**Your goal:** The expected answer comprises all lines from the entries that contain the string "handleSubmit".

**Data for review:**
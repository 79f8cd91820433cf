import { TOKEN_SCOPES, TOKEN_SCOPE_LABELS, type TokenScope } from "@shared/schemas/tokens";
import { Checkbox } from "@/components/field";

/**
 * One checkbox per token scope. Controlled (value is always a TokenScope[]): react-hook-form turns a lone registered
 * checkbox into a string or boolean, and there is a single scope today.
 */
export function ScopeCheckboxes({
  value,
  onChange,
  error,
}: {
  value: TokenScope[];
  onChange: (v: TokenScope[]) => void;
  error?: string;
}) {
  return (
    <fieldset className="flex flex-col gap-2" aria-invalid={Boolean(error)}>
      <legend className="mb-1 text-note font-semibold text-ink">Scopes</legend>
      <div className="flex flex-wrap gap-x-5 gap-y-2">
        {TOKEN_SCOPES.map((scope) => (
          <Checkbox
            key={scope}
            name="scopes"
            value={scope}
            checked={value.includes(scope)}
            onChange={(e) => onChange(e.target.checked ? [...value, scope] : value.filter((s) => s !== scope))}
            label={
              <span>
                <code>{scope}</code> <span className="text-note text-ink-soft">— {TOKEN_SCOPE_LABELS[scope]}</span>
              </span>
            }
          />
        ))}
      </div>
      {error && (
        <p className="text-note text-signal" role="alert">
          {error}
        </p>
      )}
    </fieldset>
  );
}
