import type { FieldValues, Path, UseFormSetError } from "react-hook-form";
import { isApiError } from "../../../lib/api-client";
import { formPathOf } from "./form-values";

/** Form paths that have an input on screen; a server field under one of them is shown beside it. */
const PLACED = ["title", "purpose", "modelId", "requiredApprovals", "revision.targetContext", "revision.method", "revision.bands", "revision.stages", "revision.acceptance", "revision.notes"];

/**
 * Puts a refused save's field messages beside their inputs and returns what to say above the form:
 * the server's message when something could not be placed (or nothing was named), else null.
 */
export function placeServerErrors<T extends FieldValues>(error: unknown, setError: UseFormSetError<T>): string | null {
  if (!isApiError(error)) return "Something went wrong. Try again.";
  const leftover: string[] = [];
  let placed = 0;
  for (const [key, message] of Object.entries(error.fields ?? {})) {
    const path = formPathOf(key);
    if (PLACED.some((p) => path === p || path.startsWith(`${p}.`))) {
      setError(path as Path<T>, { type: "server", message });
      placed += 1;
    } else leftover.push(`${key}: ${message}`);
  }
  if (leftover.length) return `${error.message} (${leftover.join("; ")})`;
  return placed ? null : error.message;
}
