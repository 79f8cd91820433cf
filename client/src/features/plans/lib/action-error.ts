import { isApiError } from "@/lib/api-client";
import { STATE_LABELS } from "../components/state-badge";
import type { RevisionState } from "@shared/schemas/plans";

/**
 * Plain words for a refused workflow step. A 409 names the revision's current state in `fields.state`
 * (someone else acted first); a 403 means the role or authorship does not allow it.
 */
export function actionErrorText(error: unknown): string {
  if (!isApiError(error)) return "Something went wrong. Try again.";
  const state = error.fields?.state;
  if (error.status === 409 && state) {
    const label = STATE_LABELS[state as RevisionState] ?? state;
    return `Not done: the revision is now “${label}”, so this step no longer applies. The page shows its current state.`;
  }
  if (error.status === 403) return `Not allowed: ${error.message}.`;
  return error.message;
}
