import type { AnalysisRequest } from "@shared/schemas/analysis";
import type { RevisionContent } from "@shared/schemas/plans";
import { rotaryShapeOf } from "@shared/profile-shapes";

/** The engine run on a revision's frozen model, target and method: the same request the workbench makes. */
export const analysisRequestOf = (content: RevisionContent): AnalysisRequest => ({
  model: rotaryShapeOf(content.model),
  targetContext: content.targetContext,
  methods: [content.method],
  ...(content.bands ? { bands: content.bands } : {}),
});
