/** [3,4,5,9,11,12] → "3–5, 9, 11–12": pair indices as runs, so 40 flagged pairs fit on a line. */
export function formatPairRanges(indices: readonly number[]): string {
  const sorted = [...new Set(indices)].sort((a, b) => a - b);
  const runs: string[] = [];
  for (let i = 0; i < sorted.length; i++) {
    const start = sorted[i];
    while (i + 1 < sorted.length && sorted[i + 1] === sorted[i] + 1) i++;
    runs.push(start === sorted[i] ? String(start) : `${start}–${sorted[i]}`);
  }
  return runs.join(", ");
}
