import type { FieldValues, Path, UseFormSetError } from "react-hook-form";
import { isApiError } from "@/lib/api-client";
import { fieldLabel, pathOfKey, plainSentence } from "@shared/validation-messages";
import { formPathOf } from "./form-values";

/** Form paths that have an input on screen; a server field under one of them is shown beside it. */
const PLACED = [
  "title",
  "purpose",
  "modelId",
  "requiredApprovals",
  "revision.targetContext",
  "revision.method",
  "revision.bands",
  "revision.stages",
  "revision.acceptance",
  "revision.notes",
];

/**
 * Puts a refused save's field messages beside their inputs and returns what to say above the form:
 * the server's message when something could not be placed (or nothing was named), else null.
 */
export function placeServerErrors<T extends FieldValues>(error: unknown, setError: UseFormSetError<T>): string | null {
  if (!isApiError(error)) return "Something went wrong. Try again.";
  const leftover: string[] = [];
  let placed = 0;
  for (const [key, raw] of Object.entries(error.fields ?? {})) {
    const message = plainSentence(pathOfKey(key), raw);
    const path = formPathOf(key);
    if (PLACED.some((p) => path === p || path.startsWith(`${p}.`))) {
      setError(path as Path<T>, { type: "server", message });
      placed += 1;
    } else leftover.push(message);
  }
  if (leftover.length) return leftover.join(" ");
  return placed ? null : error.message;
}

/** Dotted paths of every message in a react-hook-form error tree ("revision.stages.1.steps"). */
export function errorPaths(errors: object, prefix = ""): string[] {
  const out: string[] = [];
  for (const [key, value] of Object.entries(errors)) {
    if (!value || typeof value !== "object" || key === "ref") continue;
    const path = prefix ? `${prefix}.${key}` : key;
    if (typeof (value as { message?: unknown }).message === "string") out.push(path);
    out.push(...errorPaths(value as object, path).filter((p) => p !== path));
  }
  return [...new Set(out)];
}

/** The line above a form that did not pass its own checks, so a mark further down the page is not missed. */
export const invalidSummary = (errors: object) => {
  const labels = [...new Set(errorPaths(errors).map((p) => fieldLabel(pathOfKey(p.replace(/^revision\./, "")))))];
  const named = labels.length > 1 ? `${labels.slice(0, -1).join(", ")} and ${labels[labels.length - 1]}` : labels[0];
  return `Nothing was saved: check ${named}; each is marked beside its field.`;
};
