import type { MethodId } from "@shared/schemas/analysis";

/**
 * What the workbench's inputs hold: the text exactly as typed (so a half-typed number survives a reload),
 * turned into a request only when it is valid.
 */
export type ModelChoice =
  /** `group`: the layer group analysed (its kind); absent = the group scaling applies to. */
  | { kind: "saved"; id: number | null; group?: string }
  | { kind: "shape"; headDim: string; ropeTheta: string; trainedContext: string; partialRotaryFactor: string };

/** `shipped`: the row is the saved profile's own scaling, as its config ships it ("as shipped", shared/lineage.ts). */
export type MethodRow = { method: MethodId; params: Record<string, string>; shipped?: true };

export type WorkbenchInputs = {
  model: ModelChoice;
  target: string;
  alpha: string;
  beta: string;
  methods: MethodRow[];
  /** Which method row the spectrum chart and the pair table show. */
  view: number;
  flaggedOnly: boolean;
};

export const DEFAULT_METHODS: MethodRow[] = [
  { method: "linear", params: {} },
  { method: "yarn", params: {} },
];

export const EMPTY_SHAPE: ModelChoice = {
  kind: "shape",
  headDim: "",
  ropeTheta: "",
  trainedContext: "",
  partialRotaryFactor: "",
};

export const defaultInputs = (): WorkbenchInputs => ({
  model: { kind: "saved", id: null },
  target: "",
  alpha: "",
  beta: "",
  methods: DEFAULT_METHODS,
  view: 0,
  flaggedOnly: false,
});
==
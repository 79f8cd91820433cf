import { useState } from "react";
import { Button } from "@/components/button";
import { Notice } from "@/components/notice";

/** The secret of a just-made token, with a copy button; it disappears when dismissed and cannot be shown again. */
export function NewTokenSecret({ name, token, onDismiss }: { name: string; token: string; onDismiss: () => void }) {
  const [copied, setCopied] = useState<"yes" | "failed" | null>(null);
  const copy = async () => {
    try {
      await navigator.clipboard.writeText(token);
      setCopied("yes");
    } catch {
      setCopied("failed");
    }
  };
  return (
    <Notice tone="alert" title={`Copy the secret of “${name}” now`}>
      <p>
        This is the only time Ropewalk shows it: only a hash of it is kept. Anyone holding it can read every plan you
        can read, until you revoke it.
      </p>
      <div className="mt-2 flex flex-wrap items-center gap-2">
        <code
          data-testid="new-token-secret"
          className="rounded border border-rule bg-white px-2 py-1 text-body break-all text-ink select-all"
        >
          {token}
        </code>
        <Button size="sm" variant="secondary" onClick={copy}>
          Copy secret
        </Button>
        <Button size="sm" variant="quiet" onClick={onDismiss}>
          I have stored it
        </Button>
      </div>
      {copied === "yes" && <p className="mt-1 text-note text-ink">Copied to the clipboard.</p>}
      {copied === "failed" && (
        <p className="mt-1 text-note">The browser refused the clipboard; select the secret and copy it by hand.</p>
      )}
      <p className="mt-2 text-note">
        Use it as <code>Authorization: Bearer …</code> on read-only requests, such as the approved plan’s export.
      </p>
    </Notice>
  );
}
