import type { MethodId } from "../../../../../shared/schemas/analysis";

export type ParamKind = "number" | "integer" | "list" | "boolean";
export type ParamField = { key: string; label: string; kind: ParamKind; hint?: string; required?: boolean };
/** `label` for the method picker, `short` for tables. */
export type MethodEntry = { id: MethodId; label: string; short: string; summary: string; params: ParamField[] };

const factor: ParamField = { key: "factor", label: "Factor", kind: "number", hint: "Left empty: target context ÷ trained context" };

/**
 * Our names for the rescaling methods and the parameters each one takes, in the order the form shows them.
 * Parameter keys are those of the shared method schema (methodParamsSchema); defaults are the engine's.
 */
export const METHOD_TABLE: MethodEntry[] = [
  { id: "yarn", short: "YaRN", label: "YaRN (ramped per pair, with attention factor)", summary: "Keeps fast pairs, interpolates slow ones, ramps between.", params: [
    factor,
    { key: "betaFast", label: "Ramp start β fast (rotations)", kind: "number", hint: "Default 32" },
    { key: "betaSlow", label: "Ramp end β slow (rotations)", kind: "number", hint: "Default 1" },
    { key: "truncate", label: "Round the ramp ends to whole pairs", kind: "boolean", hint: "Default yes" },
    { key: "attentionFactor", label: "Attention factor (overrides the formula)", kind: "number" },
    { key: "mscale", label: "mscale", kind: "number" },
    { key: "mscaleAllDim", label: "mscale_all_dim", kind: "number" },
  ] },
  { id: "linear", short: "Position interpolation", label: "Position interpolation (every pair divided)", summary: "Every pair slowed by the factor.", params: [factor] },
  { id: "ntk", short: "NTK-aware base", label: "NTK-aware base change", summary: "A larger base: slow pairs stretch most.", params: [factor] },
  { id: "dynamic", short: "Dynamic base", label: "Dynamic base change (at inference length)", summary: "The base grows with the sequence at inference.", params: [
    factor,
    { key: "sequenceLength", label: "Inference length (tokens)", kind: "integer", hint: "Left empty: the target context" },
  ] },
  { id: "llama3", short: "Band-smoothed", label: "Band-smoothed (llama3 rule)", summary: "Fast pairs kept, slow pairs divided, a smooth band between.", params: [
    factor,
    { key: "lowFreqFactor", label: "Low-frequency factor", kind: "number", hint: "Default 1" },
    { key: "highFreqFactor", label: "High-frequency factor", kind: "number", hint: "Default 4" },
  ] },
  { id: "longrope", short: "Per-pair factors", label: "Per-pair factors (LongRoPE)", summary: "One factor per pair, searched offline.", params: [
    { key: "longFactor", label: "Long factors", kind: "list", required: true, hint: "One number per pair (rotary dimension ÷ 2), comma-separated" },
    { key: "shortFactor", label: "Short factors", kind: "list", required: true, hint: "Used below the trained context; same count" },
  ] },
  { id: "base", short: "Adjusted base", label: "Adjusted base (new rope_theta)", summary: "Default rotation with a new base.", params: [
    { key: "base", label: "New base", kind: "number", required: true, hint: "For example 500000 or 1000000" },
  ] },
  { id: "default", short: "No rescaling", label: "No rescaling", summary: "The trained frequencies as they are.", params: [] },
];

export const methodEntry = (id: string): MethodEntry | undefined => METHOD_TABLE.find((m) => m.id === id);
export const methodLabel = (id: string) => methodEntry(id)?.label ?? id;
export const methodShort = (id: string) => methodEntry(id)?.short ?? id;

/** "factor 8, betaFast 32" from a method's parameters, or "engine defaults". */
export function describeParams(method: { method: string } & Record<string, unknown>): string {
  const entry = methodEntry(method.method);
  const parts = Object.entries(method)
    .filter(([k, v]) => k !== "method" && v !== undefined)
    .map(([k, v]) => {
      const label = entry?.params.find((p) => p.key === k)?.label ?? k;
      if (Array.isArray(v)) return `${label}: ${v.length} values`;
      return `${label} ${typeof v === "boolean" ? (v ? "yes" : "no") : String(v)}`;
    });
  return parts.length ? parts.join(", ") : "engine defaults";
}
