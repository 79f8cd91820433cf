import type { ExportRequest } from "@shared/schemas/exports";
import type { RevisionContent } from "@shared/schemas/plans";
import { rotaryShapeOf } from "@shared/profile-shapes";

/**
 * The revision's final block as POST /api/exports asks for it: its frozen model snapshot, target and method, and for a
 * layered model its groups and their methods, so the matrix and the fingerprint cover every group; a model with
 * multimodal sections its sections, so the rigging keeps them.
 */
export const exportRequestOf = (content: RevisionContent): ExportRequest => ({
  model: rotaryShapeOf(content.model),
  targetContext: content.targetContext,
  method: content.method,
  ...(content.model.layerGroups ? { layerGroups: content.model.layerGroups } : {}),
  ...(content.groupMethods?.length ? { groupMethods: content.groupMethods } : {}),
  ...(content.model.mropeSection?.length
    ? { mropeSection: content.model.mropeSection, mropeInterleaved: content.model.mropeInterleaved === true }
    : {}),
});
* * *
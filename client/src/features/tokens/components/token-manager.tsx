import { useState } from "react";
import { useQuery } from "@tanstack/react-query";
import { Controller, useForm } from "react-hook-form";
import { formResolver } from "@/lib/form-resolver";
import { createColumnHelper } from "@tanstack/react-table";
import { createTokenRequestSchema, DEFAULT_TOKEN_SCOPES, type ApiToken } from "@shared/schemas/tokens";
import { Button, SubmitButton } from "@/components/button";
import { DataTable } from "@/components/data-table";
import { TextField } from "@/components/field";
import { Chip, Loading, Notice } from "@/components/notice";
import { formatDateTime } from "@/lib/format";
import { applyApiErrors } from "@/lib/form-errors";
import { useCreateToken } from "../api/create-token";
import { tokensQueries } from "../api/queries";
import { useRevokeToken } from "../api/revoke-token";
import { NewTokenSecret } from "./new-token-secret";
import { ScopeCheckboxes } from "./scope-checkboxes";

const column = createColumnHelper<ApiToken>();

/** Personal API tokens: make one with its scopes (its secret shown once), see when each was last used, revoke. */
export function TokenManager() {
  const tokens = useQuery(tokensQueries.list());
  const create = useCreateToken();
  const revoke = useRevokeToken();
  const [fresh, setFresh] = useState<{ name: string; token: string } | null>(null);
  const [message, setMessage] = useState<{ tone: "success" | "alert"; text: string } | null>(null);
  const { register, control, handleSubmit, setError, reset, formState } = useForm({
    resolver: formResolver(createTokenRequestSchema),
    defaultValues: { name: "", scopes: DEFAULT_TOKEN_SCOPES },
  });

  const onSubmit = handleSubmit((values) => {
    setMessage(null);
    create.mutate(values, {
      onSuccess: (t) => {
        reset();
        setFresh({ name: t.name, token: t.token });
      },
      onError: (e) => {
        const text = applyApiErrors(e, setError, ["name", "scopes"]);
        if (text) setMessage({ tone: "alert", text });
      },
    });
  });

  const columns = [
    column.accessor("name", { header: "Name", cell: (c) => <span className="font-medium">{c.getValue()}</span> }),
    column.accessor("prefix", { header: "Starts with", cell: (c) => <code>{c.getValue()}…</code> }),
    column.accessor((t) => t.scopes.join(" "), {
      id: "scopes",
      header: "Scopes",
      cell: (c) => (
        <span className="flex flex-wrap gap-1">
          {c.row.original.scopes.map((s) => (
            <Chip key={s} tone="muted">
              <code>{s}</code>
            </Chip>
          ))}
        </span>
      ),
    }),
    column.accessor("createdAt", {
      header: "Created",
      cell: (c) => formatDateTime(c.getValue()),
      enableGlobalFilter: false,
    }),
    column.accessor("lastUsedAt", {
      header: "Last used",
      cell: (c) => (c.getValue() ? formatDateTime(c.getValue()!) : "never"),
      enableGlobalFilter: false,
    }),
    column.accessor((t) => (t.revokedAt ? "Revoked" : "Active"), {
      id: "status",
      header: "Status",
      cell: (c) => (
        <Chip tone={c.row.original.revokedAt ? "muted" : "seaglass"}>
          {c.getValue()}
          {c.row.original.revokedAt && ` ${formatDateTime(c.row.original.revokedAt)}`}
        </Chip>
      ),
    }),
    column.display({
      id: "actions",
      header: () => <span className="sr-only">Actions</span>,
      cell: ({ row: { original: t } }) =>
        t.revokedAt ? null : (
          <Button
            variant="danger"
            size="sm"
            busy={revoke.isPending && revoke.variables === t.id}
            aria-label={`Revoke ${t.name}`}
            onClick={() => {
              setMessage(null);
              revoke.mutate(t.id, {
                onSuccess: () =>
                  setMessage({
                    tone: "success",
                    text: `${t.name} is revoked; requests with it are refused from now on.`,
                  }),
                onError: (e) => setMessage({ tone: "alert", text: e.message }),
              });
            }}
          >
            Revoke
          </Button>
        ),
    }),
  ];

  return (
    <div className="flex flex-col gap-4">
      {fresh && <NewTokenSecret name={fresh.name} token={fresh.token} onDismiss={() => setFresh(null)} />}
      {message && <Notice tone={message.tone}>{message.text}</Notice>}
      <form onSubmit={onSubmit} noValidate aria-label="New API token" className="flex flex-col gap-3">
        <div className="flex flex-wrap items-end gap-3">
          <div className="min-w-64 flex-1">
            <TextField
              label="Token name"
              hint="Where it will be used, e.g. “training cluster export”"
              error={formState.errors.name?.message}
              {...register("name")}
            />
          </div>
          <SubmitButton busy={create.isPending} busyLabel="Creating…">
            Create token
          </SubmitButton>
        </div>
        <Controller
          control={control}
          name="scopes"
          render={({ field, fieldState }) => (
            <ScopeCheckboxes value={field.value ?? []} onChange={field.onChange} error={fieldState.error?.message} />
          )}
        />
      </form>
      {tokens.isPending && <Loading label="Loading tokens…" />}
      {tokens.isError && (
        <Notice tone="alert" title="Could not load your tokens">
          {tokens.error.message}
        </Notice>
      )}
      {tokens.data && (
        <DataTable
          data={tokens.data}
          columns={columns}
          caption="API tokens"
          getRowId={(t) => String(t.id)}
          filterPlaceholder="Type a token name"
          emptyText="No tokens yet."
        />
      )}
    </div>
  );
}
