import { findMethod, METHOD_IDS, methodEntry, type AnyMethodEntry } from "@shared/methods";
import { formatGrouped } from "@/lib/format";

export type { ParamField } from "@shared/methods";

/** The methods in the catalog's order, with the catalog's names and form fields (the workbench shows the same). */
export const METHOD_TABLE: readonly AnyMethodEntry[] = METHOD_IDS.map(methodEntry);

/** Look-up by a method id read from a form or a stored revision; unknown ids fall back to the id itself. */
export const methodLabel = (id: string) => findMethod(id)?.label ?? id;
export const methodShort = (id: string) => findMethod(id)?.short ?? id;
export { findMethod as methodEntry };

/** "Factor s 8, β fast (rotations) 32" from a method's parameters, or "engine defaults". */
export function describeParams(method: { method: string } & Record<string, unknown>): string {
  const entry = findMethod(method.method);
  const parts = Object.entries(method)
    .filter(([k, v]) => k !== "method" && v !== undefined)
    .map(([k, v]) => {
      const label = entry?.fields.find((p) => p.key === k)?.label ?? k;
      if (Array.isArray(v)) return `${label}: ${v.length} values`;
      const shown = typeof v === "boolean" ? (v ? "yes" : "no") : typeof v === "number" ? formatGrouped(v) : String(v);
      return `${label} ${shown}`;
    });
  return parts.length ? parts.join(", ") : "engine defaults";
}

**Your solution:**
  const { register, control, handleSubmit, setError, reset, formState } = useForm({
  const onSubmit = handleSubmit((values) => {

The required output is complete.